Source material |

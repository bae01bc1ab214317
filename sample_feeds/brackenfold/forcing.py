"""Daily weather, storms and mixing of Brackenfold Mere for one season (the truth's forcing).

All series are daily and local (UTC+1). Weather noise is AR(1) day to day;
storms fall on random days drawn from the seed. The mere is polymictic: it
stratifies once the surface water passes ``STRATIFY_ABOVE_C`` and stays so
until the autumn overturn, except that every storm mixes it to the bottom
for two days and resets the oxygen clock of the deep water.
"""
from __future__ import annotations

import numpy as np
import pandas as pd

from .setting import LATITUDE_DEG, Season, season_days

SOLAR_CONSTANT_WM2 = 1367.0        # [W/m²] (Duffie & Beckman 1980)
CLEAR_TRANSMISSIVITY = 0.72        # [-] clear-sky share of the extraterrestrial shortwave (invented)
EQ_TEMP_MEAN_C = 11.0              # [°C] annual mean of the water's equilibrium temperature (invented)
EQ_TEMP_AMPLITUDE_C = 10.0         # [°C] its annual half-range (invented)
EQ_TEMP_PEAK_DOY = 205             # its warmest day of year (invented)
WATER_RESPONSE_D = 4.0             # [d] time constant of the water temperature (3.5 m mean depth)
STRATIFY_ABOVE_C = 15.5            # [°C] the mere stratifies once the surface water is this warm
OVERTURN_BELOW_C = 14.5            # [°C] after mid-August, cooler than this ends the stratification
ANOXIA_ONSET_D = 8.0               # [d] e-folding time of deep-water anoxia after a mixing
EXCHANGE_MIXED_PER_D = 2.5         # [1/d] surface–deep exchange while mixed
EXCHANGE_STRATIFIED_PER_D = 0.02   # [1/d] … and while stratified
OVERTURN_AFTER_DOY = 227           # mid-August: from then on cooling can end the stratification
MIN_STORM_SPACING_D = 14           # [d]
WIND_MEAN_MS = 3.2                 # [m/s] median daily wind on calm days (invented)
STORM_WIND_MS = 8.0                # [m/s] extra wind on a storm day per unit magnitude
STORM_COOLING_C = 3.0              # [°C] drop of the equilibrium temperature on a storm day per unit magnitude
STORM_TURBIDITY_PER_M = 0.8        # [1/m] extra attenuation from stirred-up sediment per unit magnitude …
TURBIDITY_DECAY_D = 2.0            # [d] … settling out with this e-folding time
SW_WARMING_C_PER_WM2 = 0.012       # [°C per W/m²] sunny days warm the water above its equilibrium


def extraterrestrial_daily_mean(doy: np.ndarray) -> np.ndarray:
    """Daily mean extraterrestrial shortwave on a horizontal surface [W/m²] at LATITUDE_DEG.

    Duffie, J.A. & Beckman, W.A. (1980) Solar Engineering of Thermal Processes,
    eqs. 1.10.3 (daily insolation), 1.6.1 (declination, Cooper 1969) and
    1.6.10 (sunset hour angle); divided by 24 h.
    """
    phi = np.radians(LATITUDE_DEG)
    decl = np.radians(23.45) * np.sin(2 * np.pi * (284 + doy) / 365.0)
    ws = np.arccos(np.clip(-np.tan(phi) * np.tan(decl), -1.0, 1.0))
    e0 = 1.0 + 0.033 * np.cos(2 * np.pi * doy / 365.0)
    return SOLAR_CONSTANT_WM2 / np.pi * e0 * (np.cos(phi) * np.cos(decl) * np.sin(ws) + ws * np.sin(phi) * np.sin(decl))


def ar1(rng: np.random.Generator, n: int, phi: float, sigma: float) -> np.ndarray:
    """Stationary AR(1) series of length n, lag-1 coefficient phi, marginal sd sigma (units of sigma)."""
    x = np.empty(n)
    x[0] = rng.normal(0.0, sigma)
    eps = rng.normal(0.0, sigma * np.sqrt(1.0 - phi * phi), n)
    for k in range(1, n):
        x[k] = phi * x[k - 1] + eps[k]
    return x


def storm_days(rng: np.random.Generator, n_days: int, n_storms: int) -> list[tuple[int, float]]:
    """Storms as (season day index, magnitude [-] in 0.6..1.4), at least MIN_STORM_SPACING_D apart.

    Days are drawn uniformly from day 10 to n_days − 10 by rejection, so a
    storm never falls at the very start or end of the season.
    """
    days: list[int] = []
    while len(days) < n_storms:
        d = int(rng.integers(10, n_days - 10))
        if all(abs(d - e) >= MIN_STORM_SPACING_D for e in days):
            days.append(d)
    return [(d, float(rng.uniform(0.6, 1.4))) for d in sorted(days)]


def make_forcing(rng: np.random.Generator, season: Season) -> tuple[pd.DataFrame, list[tuple[int, float]]]:
    """Daily forcing of ``season`` and its storms.

    Columns: date (local day), doy, shortwave_wm2 (daily mean at the surface
    [W/m²]), cloud [0..1], wind_ms (daily mean at 10 m [m/s]), water_temp_c
    (surface water daily mean [°C]), storm (magnitude, 0 on calm days),
    turbidity_per_m (storm-stirred extra light attenuation [1/m]),
    stratified (bool), days_since_mixing [d], anoxic_fraction [-] of the
    deep sediment, exchange_per_d (surface–deep exchange [1/d]).
    Cloud reduces clear-sky shortwave by Kasten & Czeplak (1980), Solar Energy
    24:177: G = G_clear · (1 − 0.75 · c^3.4).
    """
    days = season_days(season)
    n = len(days)
    doy = days.day_of_year.to_numpy(float)
    storms = storm_days(rng, n, season.storms)
    storm = np.zeros(n)
    for d, mag in storms:
        storm[d] = mag

    cloud = 1.0 / (1.0 + np.exp(-(0.3 + ar1(rng, n, 0.55, 1.4))))
    after = np.zeros(n)                  # storm influence on the day after, fading
    for d, mag in storms:
        cloud[d] = 1.0
        after[d + 1:d + 4] += mag * np.array([0.6, 0.3, 0.1])[: len(after[d + 1:d + 4])]
    shortwave = extraterrestrial_daily_mean(doy) * CLEAR_TRANSMISSIVITY * (1.0 - 0.75 * cloud ** 3.4)
    wind = WIND_MEAN_MS * np.exp(ar1(rng, n, 0.5, 0.3)) + STORM_WIND_MS * storm + 3.0 * after

    clear_sw = extraterrestrial_daily_mean(doy) * CLEAR_TRANSMISSIVITY
    t_eq = (EQ_TEMP_MEAN_C + EQ_TEMP_AMPLITUDE_C * np.cos(2 * np.pi * (doy - EQ_TEMP_PEAK_DOY) / 365.0)
            + SW_WARMING_C_PER_WM2 * (shortwave - 0.6 * clear_sw) + ar1(rng, n, 0.8, 1.6)
            - STORM_COOLING_C * (storm + 2.0 / 3.0 * after))
    water = np.empty(n)
    decay = np.exp(-1.0 / WATER_RESPONSE_D)
    # the season starts from the climatological equilibrium, half a degree cooler (spring lags)
    water[0] = EQ_TEMP_MEAN_C + EQ_TEMP_AMPLITUDE_C * np.cos(2 * np.pi * (doy[0] - EQ_TEMP_PEAK_DOY) / 365.0) \
        + rng.normal(-0.5, 0.5)
    for k in range(1, n):
        water[k] = t_eq[k] + (water[k - 1] - t_eq[k]) * decay

    turbidity = np.zeros(n)
    for d, mag in storms:
        turbidity[d:] += STORM_TURBIDITY_PER_M * mag * np.exp(-np.arange(n - d) / TURBIDITY_DECAY_D)

    onset = int(np.argmax(water >= STRATIFY_ABOVE_C)) if (water >= STRATIFY_ABOVE_C).any() else n
    late = (doy >= OVERTURN_AFTER_DOY) & (water < OVERTURN_BELOW_C)
    overturn = int(np.argmax(late)) if late.any() else n
    mixed_by_storm = np.zeros(n, dtype=bool)
    for d, _ in storms:
        mixed_by_storm[d:d + 2] = True
    stratified = (np.arange(n) >= onset) & (np.arange(n) < overturn) & ~mixed_by_storm
    since = np.zeros(n)
    for k in range(n):
        since[k] = since[k - 1] + 1.0 if (k > 0 and stratified[k]) else (1.0 if stratified[k] else 0.0)
    anoxic = np.where(stratified, 1.0 - np.exp(-since / ANOXIA_ONSET_D), 0.0)
    exchange = np.where(stratified, EXCHANGE_STRATIFIED_PER_D, EXCHANGE_MIXED_PER_D)

    frame = pd.DataFrame({"date": days, "doy": doy, "shortwave_wm2": shortwave, "cloud": cloud,
                          "wind_ms": wind, "water_temp_c": water, "storm": storm,
                          "turbidity_per_m": turbidity, "stratified": stratified,
                          "days_since_mixing": since, "anoxic_fraction": anoxic,
                          "exchange_per_d": exchange})
    return frame, storms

Task directions | Find the line with "x[k] = phi * x[k - 1] + eps[k]" in the entries above. Retype it and each line after it, exactly, through the line with "Cloud reduces clear-sky", and stop there.

Task response |
        x[k] = phi * x[k - 1] + eps[k]
    return x


def storm_days(rng: np.random.Generator, n_days: int, n_storms: int) -> list[tuple[int, float]]:
    """Storms as (season day index, magnitude [-] in 0.6..1.4), at least MIN_STORM_SPACING_D apart.

    Days are drawn uniformly from day 10 to n_days − 10 by rejection, so a
    storm never falls at the very start or end of the season.
    """
    days: list[int] = []
    while len(days) < n_storms:
        d = int(rng.integers(10, n_days - 10))
        if all(abs(d - e) >= MIN_STORM_SPACING_D for e in days):
            days.append(d)
    return [(d, float(rng.uniform(0.6, 1.4))) for d in sorted(days)]


def make_forcing(rng: np.random.Generator, season: Season) -> tuple[pd.DataFrame, list[tuple[int, float]]]:
    """Daily forcing of ``season`` and its storms.

    Columns: date (local day), doy, shortwave_wm2 (daily mean at the surface
    [W/m²]), cloud [0..1], wind_ms (daily mean at 10 m [m/s]), water_temp_c
    (surface water daily mean [°C]), storm (magnitude, 0 on calm days),
    turbidity_per_m (storm-stirred extra light attenuation [1/m]),
    stratified (bool), days_since_mixing [d], anoxic_fraction [-] of the
    deep sediment, exchange_per_d (surface–deep exchange [1/d]).
    Cloud reduces clear-sky shortwave by Kasten & Czeplak (1980), Solar Energy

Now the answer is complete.